I hung up on a lady last night, "calling for information" about handicap toilets...10 pm on a saturday night. 


Told her we have the customer pick out the toilet of their choice, have it there and we'll install it. She said okay and I said mm-mmm and hung up the phone. 

There are countless other times that I "let it fly" but never in the way you described the callback scenario. If I get mean/rough or blunt on the phone, there is absolutely no contact after that point, no follow-up, no possibility that I've arranged anything with them. 
BUT! See below

One thing I've learned real quick is the customer isn't always right, I don't give two ****s about making a bad impression because if they've done something in the first 5 minutes of me knowing them to piss me off...?

That's a customer I don't want, and I hope they tell their friends too. I won't be a pushover in this business and I've got enough under my belt now to dish it back like its given to me.


I've gained more respect from NOT being a pushover and being blunt than being gullable and thinking a jab here or there is acceptable. 


Those dumbasses that like to tell me what they're willing to pay when they call me? 

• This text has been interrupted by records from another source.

"""Whether a job's lattice can be spread over a number of ranks."""

from __future__ import annotations

from typing import TYPE_CHECKING

from lattice.errors import InputError

if TYPE_CHECKING:
    from lattice.job.schema import Job


def check_ranks(job: Job, ranks: int) -> None:
    """Refuse a rank count that leaves some rank a block narrower than the halo.

    Raises
    ------
    InputError
        With the largest rank count that works.
    """
    if ranks == 1:
        return
    from lattice.geometry.blocks import largest_rank_count, process_grid
    from lattice.kernels.forms import adjoint_form, residual_form
    from lattice.kernels.scheme import make_scheme

    lattice, law = job.make_lattice(), job.make_law()
    scheme = make_scheme(lattice, [residual_form(law), adjoint_form(law)])
    halo = max(scheme.halo_t, scheme.halo_y, scheme.halo_x)
    if process_grid(ranks, lattice, halo) is not None:
        return
    most = largest_rank_count(lattice, halo)
    fewer = next(count for count in range(min(ranks, most), 0, -1) if process_grid(count, lattice, halo))
    size = " x ".join(str(n) for n in lattice.shape if n > 1)
    raise InputError(
        f"must leave every rank a block at least as wide as its halo of {halo} nodes, got {ranks} ranks for"
        f" {size} nodes; the largest count that works is {most}"
        + ("" if fewer == most else f", the next below {ranks} is {fewer}"),
        key="--ranks",
    )
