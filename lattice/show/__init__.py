"""Show: pictures and printed summaries of states."""
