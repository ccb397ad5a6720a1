"""The job file's sections and keys: types, ranges, defaults and what each key means.

The models hold a job whose values are sound one by one. What depends on the law or on several
keys together is judged in `lattice.job.checks` and `lattice.job.unknowns`.
"""

from __future__ import annotations

from functools import lru_cache
from typing import TYPE_CHECKING, Annotated, Any, Literal

from pydantic import Discriminator, Tag

from lattice.geometry.lattice import Lattice
from lattice.job.choices import PRECONDITIONERS
from lattice.job.section import Count, Name, Positive, Section
from lattice.job.section import key as _key
from lattice.job.starts import Start, StateStart

if TYPE_CHECKING:
    from lattice.geometry.subspace import Subspace
    from lattice.laws.law import Law, Parameter


__all__ = [
    "BoxSection",
    "CoarseSection",
    "Count",
    "DampedSection",
    "Job",
    "LatticeSection",
    "LawSection",
    "Name",
    "OutputSection",
    "OwnParameter",
    "PatchesSection",
    "Positive",
    "RefineSection",
    "Section",
    "SolveSection",
    "Start",
    "StateStart",
    "SubspaceSection",
]


class OwnParameter(Section):
    """A parameter of the user's own law, written as a table."""

    default: float = _key("its value")
    unit: str = _key("its unit", "dimensionless")
    meaning: str = _key("what it stands for", "")


def _number_or_table(value: Any) -> str:
    return "table" if isinstance(value, (dict, OwnParameter)) else "number"


ParameterValue = Annotated[
    Annotated[float, Tag("number")] | Annotated[OwnParameter, Tag("table")],
    Discriminator(_number_or_table),
]


class LawSection(Section):
    """The law: a shipped one by name, or equations of the user's own."""

    name: Name | None = _key(
        "a shipped law, listed by `lattice laws`; give this or `equations`", None, shown="none"
    )
    equations: tuple[Name, ...] | None = _key(
        "the user's own law, one equation per component in subscript notation",
        None,
        shown="none",
        min_length=1,
    )
    components: tuple[Name, ...] | None = _key(
        "names of the own law's components, in the order of the equations",
        None,
        shown='["u"]',
        min_length=1,
    )
    dimensions: Literal[1, 2] | None = _key("space dimensions of the own law", None, shown="1")
    parameters: dict[str, ParameterValue] = _key(
        "values of the law's parameters by name; for an own law a number or a table with"
        " `default`, `unit` and `meaning`",
        {},
        shown="the law's own, or a stored start's",
    )

    def parameter_values(self) -> dict[str, float]:
        """Return the number given for every parameter named in the job."""
        return {
            name: value.default if isinstance(value, OwnParameter) else float(value)
            for name, value in self.parameters.items()
        }


class BoxSection(Section):
    """The periodic box and the motion of the frame in which the state repeats."""

    period: Positive | None = _key(
        "period in time; first guess where it is free; absent for `lattice.nt = 1`",
        None,
        shown="required, or a stored start's",
    )
    length_x: Positive | None = _key("length in x", None, shown="required, or a stored start's")
    length_y: Positive | None = _key(
        "length in y, for a law in two dimensions", None, shown="required, or a stored start's"
    )
    drift_x: float | None = _key(
        "velocity in x of the frame in which the state repeats", None, shown="0, or a stored start's"
    )
    drift_y: float | None = _key("the same in y", None, shown="0, or a stored start's")
    rotation: float | None = _key(
        "radians per unit of time by which this frame turns, for a law with a pair of components that may be"
        " turned: from the first towards the second",
        None,
        shown="0, or a stored start's",
    )


class LatticeSection(Section):
    """Nodes and orders of the space-time lattice."""

    nt: Count = _key("time levels in one period; 1 for a steady or travelling state")
    nx: Count = _key("nodes in x")
    ny: Count | None = _key("nodes in y, for a law in two dimensions", None, shown="none")
    order_t: Literal[2, 4, 6] = _key("order of the differences in time", 4)
    order_x: Literal[2, 4, 6, 8] = _key("order of the differences in x", 4)
    order_y: Literal[2, 4, 6, 8] | None = _key("order of the differences in y", None, shown="`order_x`")


class PatchesSection(Section):
    """Size and overlap of the blocks of the `patches` preconditioner."""

    nt: Count | None = _key("levels of one patch without overlap", None, shown="one patch per rank")
    nx: Count | None = _key("columns of one patch", None, shown="one patch per rank")
    ny: Count | None = _key("rows of one patch", None, shown="one patch per rank")
    overlap: int = _key("nodes by which a patch reaches into its neighbours", 4, ge=0)


class CoarseSection(Section):
    """The `coarse` preconditioner's second level and its smoother."""

    nt: Count | None = _key(
        "levels of the coarse lattice", None, shown="from the state's spectrum and the law"
    )
    nx: Count | None = _key("nodes in x of the coarse lattice", None, shown="the same")
    ny: Count | None = _key("nodes in y of the coarse lattice", None, shown="the same")
    order: Literal[4, 6, 8] | None = _key(
        "order of the space differences on the coarse lattice",
        None,
        shown="8; 6 in two space dimensions with the spectral smoother",
    )
    solver: Literal["direct", "patches"] = _key(
        "how the coarse lattice is solved: `direct` LU, or `patches` where that does not fit"
        " (see [solve.patches])",
        "direct",
    )
    lu_ranks: Count | None = _key(
        "most ranks that share the coarse lattice's LU; fewer than all where more only add messages",
        None,
        shown="all",
    )
    smoother: Literal["auto", "spectral", "slabs"] = _key(
        "what acts on waves the coarse lattice lacks; `auto` compares the law's coefficients there", "auto"
    )
    shift: float = _key("added to the spectral smoother's symbol", 1.0, ge=0)
    slabs: Count | None = _key("number of slabs of time levels", None, shown="one a rank, at least 4")
    slab_overlap: int = _key("levels by which a slab reaches into its neighbours", 2, ge=0)


class DampedSection(Section):
    """The `damped` stage: Levenberg-Marquardt steps from a rough start."""

    free: tuple[Name, ...] | None = _key(
        "scalars that move in this stage besides those of `solve.free`",
        None,
        shown="the lengths along every axis the law does not single out",
    )
    steps: int = _key("largest number of steps", 400, ge=0)
    residual_rms: Positive = _key("hand over when the root mean square residual is at most this", 1e-6)
    linear_iterations: Count = _key("largest number of conjugate gradient iterations of one solve", 500)
    largest_move: float = _key("largest relative change of period or a length in one step", 0.1, gt=0, lt=1)
    relattice: float = _key(
        "relative change of period or a length from which on the lattice is made anew, to keep its spacings",
        0.05,
        gt=0,
        lt=1,
    )
    stall_steps: Count = _key("steps over which the residual must fall by `stall_fall`", 12)
    stall_fall: float = _key("least relative fall of the residual over `stall_steps`", 0.1, gt=0, lt=1)
    attempts: int = _key(
        "2: where the stage stalls it goes once more from the start, without `solve.damped.free`",
        1,
        ge=1,
        le=2,
    )


class RefineSection(Section):
    """The `refine` stage: the state again on finer lattices."""

    count: Count = _key("number of times the lattice is refined", 2)
    factor: float = _key(
        "nodes of every axis of the finer lattice over those of the coarser", 1.4, gt=1, le=4
    )


FieldSigns = Literal["law", "odd", "even"] | tuple[Literal[-1, 1], ...]


class SubspaceSection(Section):
    """Symmetries that the state is to have; the lattice then carries the part that they leave free."""

    mirror_x: FieldSigns | None = _key(
        "the state is its own mirror image in x, its components times signs: `odd` (all -1), `even` (all 1),"
        " a list of one sign per component, or `law` where the law leaves no choice",
        None,
        shown="none",
    )
    mirror_y: FieldSigns | None = _key("the same in y", None, shown="none")
    half_period: tuple[Literal["shift_x", "shift_y", "mirror_x", "mirror_y"], ...] | None = _key(
        "the state half a period later is the state shifted by half a length, or mirrored; `[]` changes"
        " signs only",
        None,
        shown="none",
    )
    half_period_signs: FieldSigns = _key(
        "signs that come with it, as for `mirror_x`; `law` is 1 where nothing is mirrored", "law"
    )


class SolveSection(Section):
    """What is free, how the equations are solved, when to stop."""

    free: tuple[Name, ...] | None = _key(
        "scalars to solve for: `period`, `length_x`, `length_y`, `drift_x`, `drift_y`,"
        " `rotation`, `source_<component>` or a parameter of the law",
        None,
        shown="`period` where `nt > 1`, the drift along every axis the law does not single out, and"
        " `rotation` where components may be turned",
    )
    mean: dict[str, float] = _key(
        "given mean of a component whose mean the law leaves open", {}, shown="0 for each"
    )
    preconditioner: Name = _key(
        "; ".join(f"`{name}`: {text}" for name, text in PRECONDITIONERS.items()), "auto"
    )
    residual_rms: Positive = _key("stop when the root mean square residual is at most this", 1e-10)
    newton_steps: int = _key("largest number of Newton steps", 40, ge=0)
    linear_rtol: float | None = _key(
        "relative tolerance of the linear solves",
        None,
        shown="chosen step by step (Eisenstat and Walker)",
        gt=0,
        lt=1,
    )
    linear_iterations: Count = _key("largest number of iterations of one linear solve", 500)
    line_search: bool = _key("shorten a step that does not lower the residual", True)
    stages: tuple[Literal["damped", "newton", "refine"], ...] | None = _key(
        "what is done from the start on: `damped` lowers the residual of a rough start, `newton` solves,"
        " `refine` solves again on finer lattices",
        None,
        min_length=1,
        shown="`newton` for `state`, `waves` and `array` starts and where the residual is small; else all",
    )
    nested: int = _key(
        "number of coarser lattices, each with half the nodes per axis, that are solved first", 0, ge=0, le=4
    )
    patches: PatchesSection = _key("the `patches` preconditioner's blocks", PatchesSection())
    coarse: CoarseSection = _key("the `coarse` preconditioner's levels", CoarseSection())
    subspace: SubspaceSection = _key("the invariant subspace that is solved in", SubspaceSection())
    damped: DampedSection = _key("the `damped` stage", DampedSection())
    refine: RefineSection = _key("the `refine` stage", RefineSection())


class OutputSection(Section):
    """Where the run keeps its files."""

    folder: Name | None = _key("the run's folder", None, shown="`runs/<name of the job file>`")
    picture: bool = _key("draw `field.png` at the end", True)


class Job(Section):
    """A whole job.

    `lattice.job.reader.load_job` returns it resolved: lengths and period are numbers,
    `solve.free`, `lattice.order_y`, the means and the output folder are filled in, paths absolute.
    """

    law: LawSection = _key("the law")
    box: BoxSection = _key("the periodic box", BoxSection())
    lattice: LatticeSection = _key("the lattice")
    solve: SolveSection = _key("the solve", SolveSection())
    start: Start = _key("the start")
    output: OutputSection = _key("the output", OutputSection())

    def make_law(self) -> Law:
        """Read the law; the same object every time for the same section."""
        return _law_of(self.law.model_dump_json())

    def make_lattice(self) -> Lattice:
        """Return the lattice as the rest of the program knows it."""
        section = self.lattice
        return Lattice(
            nt=section.nt,
            ny=section.ny or 1,
            nx=section.nx,
            dimensions=2 if section.ny else 1,
            order_t=section.order_t,
            order_x=section.order_x,
            order_y=section.order_y or section.order_x,
        )

    def make_subspace(self) -> Subspace | None:
        """Return the subspace that is solved in, None where there is none."""
        from lattice.job.subspace import subspace_of

        return subspace_of(self, self.make_law())

    def make_values(self) -> dict[str, float]:
        """Return all scalars of the problem: box, drifts, sources (0) and the law's parameters."""
        from lattice.job.unknowns import first_values

        return first_values(self, self.make_law())


@lru_cache(maxsize=8)
def _law_of(section_json: str) -> Law:
    from lattice.laws.catalogue import load_law, read_law

    section = LawSection.model_validate_json(section_json)
    if section.name is not None:
        return load_law(section.name)
    return read_law(
        "own",
        section.equations or (),
        section.components or ("u",),
        _own_parameters(section),
        section.dimensions or 1,
    )


def _own_parameters(section: LawSection) -> dict[str, float | Parameter]:
    from lattice.laws.law import Parameter

    return {
        name: Parameter(name, value.default, value.unit, value.meaning)
        if isinstance(value, OwnParameter)
        else float(value)
        for name, value in section.parameters.items()
    }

I purposely drop my price about $50-$100 less than what they mentioned, I get them to commit, and then I schedule the time to come out.

I then purposely cancel, reschedule, don't call, NEVER show up. The last time I call and leave a message I usually sound like I'm having a hard time from keeping the laughter contained. It's funnier than hell and you have to try it at least once. Feels so damn good because you got them at rock bottom pricing. :whistling2:


Let them talk amoungst themselves...the truck leaves every day and makes money. :laughing:


----------



## Proud Plumber (Sep 15, 2008)

Rude people often times do not realize how rude they really are. Especially when it comes to HD and Lowes. They think you are as thrilled as they are that they got a deal from Home Depot. They do not realize it is your living.
'
I used to get really angry and take it personally. In the past couple of years I have learned a sales concept I often use at home shows to qualify a customer. It is called the "go for the no" concept. I once had a guy get Irate with me because I wouldn't put in his POS sterling unit for a hundred bucks. in fact I proudly told him where he could store it while he was waiting for me to come and install it.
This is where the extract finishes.